Atualmente, a realidade nos mostra sua face mais desagradável: violência, agressividade, desamor, desencontros, sofrimento, infelicidade, dor. Sentimo-nos a tal ponto angustiados e inseguros que chegamos a nos perguntar se a vida faz algum sentido.

Sabemos, no entanto, que, na realidade objetiva, tudo obedece à lei da ação e da reação. “O que se planta, se colhe”, afirma a sabedoria popular. “Não faça aos outros o que não quer que façam a você”, orientou-nos Mestre Jesus. É válido pensar, portanto, que o que estamos colhendo hoje seja, simplesmente, o resultado do que temos semeado, como civilização, ao longo dos séculos.

Mas nem tudo é colheita desapontadora. Há pessoas e grupos obtendo bons resultados em suas searas. Provavelmente porque já se conscientizaram de que existem outras formas de se relacionar com a realidade. Consciência, no caso, é tudo, uma vez que se revela a balizadora da evolução da humanidade. À medida que nossa percepção consciente se amplia e se apura, não só tomamos conhecimento de mais fatos sobre a realidade, como compreendemos melhor nosso relacionamento com ela. Temos, então, condições de transformá-la.

Percepção consciente

Até agora, a evolução da consciência humana transcorreu, especialmente, no plano material. Nossa percepção foi capaz de nos situar no mundo; de nos estimular a conhecê-lo cada vez melhor; de nos motivar a utilizar as descobertas em proveito próprio e do bem comum, e de nos habilitar para um relacionamento interpessoal mais verdadeiro. O progresso científico, os avanços tecnológicos, a divulgação massiva e globalizada do conhecimento e a preocupação preservacionista destacam-se entre as inúmeras conquistas da humanidade ao longo do tempo. Contudo, não fomos capazes de encontrar respostas para as perguntas que nos angustiam desde sempre.

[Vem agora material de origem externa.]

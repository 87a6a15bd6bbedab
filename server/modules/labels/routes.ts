/**
 * Labels and Scan. GET /api/scan/:labelToken → 200 { type, id, url, record } or 404 with code
 * label_malformed, label_unknown or label_replaced. The quick actions a scanned label offers
 * call the Stockroom's and the Schedule's own commands, so a change made from the Scan page is
 * the same change, with the same rules and records, as one made from the record's page.
 * Label printing (contract GET /api/labels.pdf), label stocks and re-issuing labels.
 */
import { z } from "zod";
import { idParam, pageOf } from "@shared/schemas/common";
import { labelHistoryEntryDto, labelStockDto, labelStockInput, labelsPdfQuery, reissueInput, reissueParams } from "@shared/schemas/labels";
import { cleanedInput, disposeInput, locationChoiceDto, markEmptyInput, moveContainerInput, reportFaultInput, reportProblemInput, scanResultDto } from "@shared/schemas/scan";
import { route, WRITTEN, type RouteTable } from "../../http/route-table";
import { disposeContainer, markContainerEmpty, moveContainer, reportContainerProblem } from "../stockroom";
import { recordCleaned, reportInstrumentFault } from "../schedule";
import { describeContainer, describeInstrument, locationChoices, resolveLabel } from "./scan.queries";
import { addLabelStock, labelHistory, labelsPdf, listLabelStocks, reissueLabel } from "./label.commands";

const STOCK_KEEPERS = ["manager", "safety_officer"] as const;

export const labelsTable: RouteTable = {
  module: "labels",
  description: "QR labels on bottles, cells and instruments; scanning one leads to its record and the one or two actions that make sense there.",
  routes: [
    route({
      method: "get",
      path: "/scan/:labelToken",
      summary: "The record a scanned label leads to",
      access: "signed_in",
      params: z.object({ labelToken: z.string().max(200) }),
      output: scanResultDto,
      handler: ({ ctx, actor, params }) => resolveLabel(ctx, actor, params.labelToken),
    }),
    route({
      method: "get",
      path: "/scan-actions/locations",
      summary: "The places a container can be moved to, as building › room › cabinet",
      access: "signed_in",
      output: pageOf(locationChoiceDto),
      handler: async ({ ctx }) => {
        const items = await locationChoices(ctx.ds);
        return { items, total: items.length };
      },
    }),
    route({
      method: "post",
      path: "/scan-actions/containers/:id/problem",
      summary: "Report a problem with a container (the safety officers are told)",
      access: "signed_in",
      policy: "container.reportProblem",
      params: idParam,
      body: reportProblemInput,
      output: scanResultDto,
      handler: async ({ ctx, actor, params, body }) => {
        await reportContainerProblem(ctx, actor, params.id, body.note);
        return describeContainer(ctx, actor, params.id);
      },
    }),
    route({
      method: "post",
      path: "/scan-actions/containers/:id/move",
      summary: "Move a scanned container (the Stockroom's move, with its movement record)",
      access: "signed_in",
      policy: "container.move",
      params: idParam,
      body: moveContainerInput,
      output: scanResultDto,
      handler: async ({ ctx, actor, params, body }) => {
        await moveContainer(ctx, actor, params.id, { locationId: body.locationId, note: "moved from the Scan page" });
        return describeContainer(ctx, actor, params.id);
      },
    }),
    route({
      method: "post",
      path: "/scan-actions/containers/:id/empty",
      summary: "Mark a scanned container empty, saying where what was left went",
      access: "signed_in",
      policy: "container.markEmpty",
      params: idParam,
      body: markEmptyInput,
      output: scanResultDto,
      handler: async ({ ctx, actor, params, body }) => {
        await markContainerEmpty(ctx, actor, params.id, body.wasteNote);
        return describeContainer(ctx, actor, params.id);
      },
    }),
    route({
      method: "post",
      path: "/scan-actions/containers/:id/dispose",
      summary: "Record that a scanned container was disposed of, with its waste stream",
      access: STOCK_KEEPERS,
      policy: "container.dispose",
      params: idParam,
      body: disposeInput,
      output: scanResultDto,
      handler: async ({ ctx, actor, params, body }) => {
        await disposeContainer(ctx, actor, params.id, { wasteNote: body.wasteNote });
        return describeContainer(ctx, actor, params.id);
      },
    }),
    route({
      method: "post",
      path: "/scan-actions/instruments/:id/cleaned",
      summary: "Record that an interface cell was cleaned and dried",
      access: "signed_in",
      policy: "instrument.recordCleaned",
      params: idParam,
      body: cleanedInput,
      output: scanResultDto,
      handler: async ({ ctx, actor, params, body }) => {
        await recordCleaned(ctx, actor, params.id, body.note);
        return describeInstrument(ctx, actor, params.id);
      },
    }),
    route({
      method: "post",
      path: "/scan-actions/instruments/:id/fault",
      summary: "Report a fault on an instrument: stored, shown on the instrument and mailed to the manager",
      description: "Answers 202: the report is accepted; whether the instrument leaves service is the manager's decision.",
      access: "signed_in",
      policy: "instrument.reportFault",
      params: idParam,
      body: reportFaultInput,
      status: 202,
      output: scanResultDto,
      handler: async ({ ctx, actor, params, body }) => {
        await reportInstrumentFault(ctx, actor, params.id, body.note);
        return describeInstrument(ctx, actor, params.id);
      },
    }),
    route({
      method: "get",
      path: "/labels.pdf",
      summary: "Labels with QR codes for containers and instruments, as a PDF",
      access: STOCK_KEEPERS,
      query: labelsPdfQuery,
      produces: "application/pdf",
      handler: async ({ ctx, actor, query, res }) => {
        const { pdf, count } = await labelsPdf(ctx, actor, query);
        res.status(200).type("application/pdf").set("Content-Disposition", `inline; filename="phasebook-labels-${count}.pdf"`).set("Cache-Control", "no-store").send(pdf);
        return WRITTEN;
      },
    }),
    route({
      method: "get",
      path: "/labels/stocks",
      summary: "Label sheet stocks labels can be laid out on",
      access: ["manager", "safety_officer", "admin"],
      output: pageOf(labelStockDto),
      handler: async ({ ctx }) => {
        const items = await listLabelStocks(ctx.ds);
        return { items, total: items.length };
      },
    }),
    route({
      method: "post",
      path: "/labels/stocks",
      summary: "Add a label sheet stock",
      access: ["manager", "admin"],
      body: labelStockInput,
      status: 201,
      output: z.object({ stock: labelStockDto }),
      handler: async ({ ctx, actor, body }) => ({ stock: await addLabelStock(ctx, actor, body) }),
    }),
    route({
      method: "post",
      path: "/labels/:type/:id/reissue",
      summary: "Re-issue a label: a new code; the old one answers 'replaced'",
      access: STOCK_KEEPERS,
      policy: "container.relabel",
      params: reissueParams,
      body: reissueInput,
      output: z.object({ token: z.string(), url: z.string() }),
      handler: ({ ctx, actor, params, body }) => reissueLabel(ctx, actor, params.type, params.id, body.reason),
    }),
    route({
      method: "get",
      path: "/labels/:type/:id/history",
      summary: "A record's retired labels",
      access: STOCK_KEEPERS,
      params: reissueParams,
      output: pageOf(labelHistoryEntryDto),
      handler: async ({ ctx, params }) => {
        const items = await labelHistory(ctx.ds, params.type, params.id);
        return { items, total: items.length };
      },
    }),
  ],
};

Essas respostas começam a ser vislumbradas agora, com a evolução da consciência alcançando o plano espiritual. Já aceitamos, com alguma naturalidade, o que nos dizem sobre a realidade por meio da percepção denominada extrassensorial ou paranormal. Não consideramos mais como mistificação o que nos explicam ter, como causa, o poder mental, os campos de energia humanos, a intuição, a mediunidade. Respeitamos, como plausíveis, os bons resultados obtidos a partir de terapias alternativas. Ainda não dominamos o que nos parece imponderável, mas já o incluímos, como fato aceitável, na realidade.

Contraposições como pistas

Ter noção do que é espiritualismo, em contraposição ao que sabemos ser materialismo, indica um primeiro passo em um novo caminho. A contraposição, em si, oferece igualmente uma pista sobre qual tem sido o sentido de nossa evolução até agora. Se não temêssemos as sombras, não valorizaríamos a luz. Se não sentíssemos a dor, não almejaríamos o prazer. Se não padecêssemos, não imaginaríamos a felicidade. Se não errássemos, não saberíamos o que significa acertar. Se não percorrêssemos um descaminho, não teríamos noção do que é um caminho.

Com o despertar da consciência espiritual, estamos no limiar de uma nova era, de mais luz, prazer e felicidade. Sabemos que há um caminho. Para percorrê-lo, precisamos exercitar nossa percepção consciente, analisando o que já conhecemos sob diferentes pontos de vista. A reflexão nos ajuda a avançar nessa direção.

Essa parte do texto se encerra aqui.